Who This Book Is For
We designed this book mainly for data scientists and data engineers looking to use Apache Spark. The two roles have slightly different needs, but in reality, most application development covers a bit of both, so we think the material will be useful in both cases. Specifically, in our minds, the data scientist workload focuses more on interactively querying data to answer questions and build statistical models, while the data engineer job focuses on writing maintainable, repeatable production applications-either to use the data scientist’s models in practice, or just to prepare data for further analysis (e.g., building a data ingest pipeline). However, we often see with Spark that these roles blur. For instance, data scientists are able to package production applications without too much hassle and data engineers use interactive analysis to understand and inspect their data to build and maintain pipelines.

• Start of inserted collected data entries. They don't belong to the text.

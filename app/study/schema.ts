import { z } from 'zod';
import type {
  BasisRequest,
  ScanCoordinate,
  ShellDefinition,
  Study,
  StudyAtom,
  StudyMolecule,
  StudyScan,
} from '#engine';
import {
  closed,
  countingNumber,
  hasKey,
  type IssueParams,
  integer,
  isFiniteNumber,
  leaf,
  list,
  name,
  number,
  oneOf,
  text,
  wholeNumber,
  yesOrNo,
} from './schema-fields';

/*
 * The form of a study file. Whether elements, basis sets and levels exist, are within bounds and fit together is
 * for the engine to say.
 */

/** Level names of the field, whether or not this version computes them: a typo must not look like a missing method. */
export const LEVEL_NAMES = [
  'RHF',
  'UHF',
  'ROHF',
  'MP2',
  'CIS',
  'CISD',
  'CISDT',
  'CISDTQ',
  'CISDTQ5',
  'CISDTQ56',
  'FCI',
] as const;

const atom: z.ZodType<StudyAtom> = closed({
  element: leaf<string>(
    'an element symbol such as "He"',
    (value) => typeof value === 'string' && value.length <= 50,
  ),
  at: leaf<[number, number, number]>(
    'three numbers [x, y, z]',
    (value) => Array.isArray(value) && value.length === 3 && value.every(isFiniteNumber),
  ),
  isotope: countingNumber.optional(),
  ghost: yesOrNo.optional(),
});

const molecule: z.ZodType<StudyMolecule> = closed({
  unit: leaf<'angstrom' | 'bohr'>(
    '"angstrom" or "bohr"',
    (value) => value === 'angstrom' || value === 'bohr',
  ),
  atoms: list(atom, 'atoms', 100),
  charge: integer.optional(),
  multiplicity: countingNumber.optional(),
});

const isIndex = (value: unknown): value is number => Number.isInteger(value) && (value as number) >= 0;

/** A list of different atom numbers, such as the two ends of a bond. */
function atomIndices<T>(count: number, example: string) {
  return leaf<T>(
    `${count} different atom numbers counted from 0, such as ${example}`,
    (value) =>
      Array.isArray(value) && value.length === count && value.every(isIndex) && new Set(value).size === count,
  );
}

const COORDINATES = ['bonds', 'angle', 'dihedral'];
const bonds = closed({ bonds: list(atomIndices<[number, number]>(2, '[0, 1]'), 'bonds', 100) }, COORDINATES);
const angle = closed({ angle: atomIndices<[number, number, number]>(3, '[1, 0, 2]') }, COORDINATES);
const dihedral = closed(
  { dihedral: atomIndices<[number, number, number, number]>(4, '[0, 1, 2, 3]') },
  COORDINATES,
);
const coordinate = oneOf<ScanCoordinate>((value) => {
  if (hasKey(value, 'bonds')) return bonds;
  if (hasKey(value, 'angle')) return angle;
  return hasKey(value, 'dihedral') ? dihedral : bonds;
});

const MOST_POINTS = 10_000;
const scanKeys = ['coordinate', 'from', 'to', 'count', 'values'];
const spaced = closed({ coordinate, from: number, to: number, count: wholeNumber(2, MOST_POINTS) }, scanKeys);
const listed = closed({ coordinate, values: list(number, 'values', MOST_POINTS) }, scanKeys);
const scan = oneOf<StudyScan>((value) => {
  if (!hasKey(value, 'values')) return spaced;
  if (!hasKey(value, 'from', 'to', 'count')) return listed;
  return z.custom<StudyScan>(() => false, {
    error: 'must have either "values" or "from", "to" and "count", not both',
  });
});

const harmonics = leaf<'spherical' | 'cartesian'>(
  '"spherical" or "cartesian"',
  (value) => value === 'spherical' || value === 'cartesian',
);
const shell: z.ZodType<ShellDefinition> = closed({
  angularMomentum: number,
  exponents: list(number, 'exponents', 100),
  coefficients: list(number, 'coefficients', 100),
});
const evenTemperedShell = closed({
  angularMomentum: number,
  smallest: number,
  ratio: number,
  count: number,
});

/** A value for every element symbol. */
function byElement<T>(item: z.ZodType<T>) {
  return z.record(z.string(), item, { error: 'must be an object with element symbols as keys' });
}

const BASIS_KEYS = ['name', 'scaleFactors', 'optimiseScale', 'shells', 'evenTempered', 'harmonics', 'file'];
const basisForms = {
  scaleFactors: closed(
    {
      name,
      scaleFactors: byElement(
        z.record(z.string(), number, { error: 'must be an object such as { "1s": 1.24 }' }),
      ),
      optimiseScale: yesOrNo.optional(),
    },
    BASIS_KEYS,
  ),
  optimiseScale: closed({ name, optimiseScale: yesOrNo }, BASIS_KEYS),
  shells: closed(
    { name, shells: byElement(list(shell, 'shells', 100)), harmonics: harmonics.optional() },
    BASIS_KEYS,
  ),
  evenTempered: closed(
    { name, evenTempered: byElement(list(evenTemperedShell, 'shells', 20)), harmonics: harmonics.optional() },
    BASIS_KEYS,
  ),
  file: closed({ file: name }, BASIS_KEYS),
};
/** An object that spells out no basis set: a misspelt key says it all, else the lack of one is the issue. */
const formlessBasis = closed(
  { name: z.unknown().optional(), harmonics: z.unknown().optional() },
  BASIS_KEYS,
).refine(() => false, {
  error:
    'must have "scaleFactors", "optimiseScale", "shells", "evenTempered" or "file", or be the name alone',
  when: ({ issues }) => issues.length === 0,
});
const basis = oneOf<BasisRequest>((value) => {
  if (typeof value === 'string') return name;
  const form = (['scaleFactors', 'optimiseScale', 'shells', 'evenTempered', 'file'] as const).find((key) =>
    hasKey(value, key),
  );
  if (form) return basisForms[form];
  if (typeof value === 'object' && value !== null && !Array.isArray(value)) {
    return formlessBasis as unknown as z.ZodType<BasisRequest>;
  }
  return z.custom<BasisRequest>(() => false, { error: 'must be the name of a basis set or an object { … }' });
});

const levelParams: IssueParams = { code: 'level.unknown', known: LEVEL_NAMES };
const level = z.custom<string>((value) => (LEVEL_NAMES as readonly unknown[]).includes(value), {
  error: `must be one of ${LEVEL_NAMES.join(', ')}`,
  params: { ...levelParams },
});

/** Beyond this no bound level of a molecule is left. */
const HIGHEST_ROTATION = 1000;
const MOST_ROTATIONS = 50;
const MOST_ISOTOPOLOGUES = 50;
const MOST_FURTHER_BASES = 10;
const findings = closed({
  referenceWeight: number.optional(),
  naturalOrbitals: yesOrNo.optional(),
  rotation: list(wholeNumber(0, HIGHEST_ROTATION), 'rotational quantum numbers', MOST_ROTATIONS).optional(),
  isotopologues: list(
    leaf<number[]>(
      'a mass number for every atom, such as [1, 2]',
      (value) => Array.isArray(value) && value.every((item) => Number.isSafeInteger(item) && item > 0),
    ),
    'isotopologues',
    MOST_ISOTOPOLOGUES,
  ).optional(),
  counterpoise: yesOrNo.optional(),
  bases: list(basis, 'bases', MOST_FURTHER_BASES).optional(),
});

/** @see Study */
export const studySchema: z.ZodType<Study> = closed({
  format: z.literal('farwell/study'),
  version: z.literal(1),
  title: text(200).optional(),
  notes: text(20_000).optional(),
  molecule,
  scan: scan.optional(),
  basis,
  levels: list(level, 'levels', 20),
  states: countingNumber.optional(),
  frozenCore: yesOrNo.optional(),
  active: closed({ electrons: countingNumber, orbitals: countingNumber }).optional(),
  orbitals: leaf<'restricted' | 'unrestricted'>(
    '"restricted" or "unrestricted"',
    (value) => value === 'restricted' || value === 'unrestricted',
  ).optional(),
  convergence: closed({ energy: number.optional() }).optional(),
  findings: findings.optional(),
});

While we tried to provide everything data scientists and engineers need to get started, there are some things we didn’t have space to focus on in this book. First, this book does not include in-depth introductions to some of the analytics techniques you can use in Apache Spark, such as machine learning. Instead, we show you how to invoke these techniques using libraries in Spark, assuming you already have a basic background in machine learning. Many full, standalone books exist to cover these techniques in formal detail, so we recommend starting with those if you want to learn about these areas. Second, this book focuses more on application development than on operations and administration (e.g., how to manage an Apache Spark cluster with dozens of users). Nonetheless, we have tried to include comprehensive material on monitoring, debugging, and configuration in Parts V and VI of the book to help engineers get their application running efficiently and tackle day-to-day maintenance. Finally, this book places less emphasis on the older, lower-level APIs in Spark-specifically RDDs and DStreams-to introduce most of the concepts using the newer, higher-level structured APIs. Thus, the book may not be the best fit if you need to maintain an old RDD or DStream application, but should be a great introduction to writing new applications.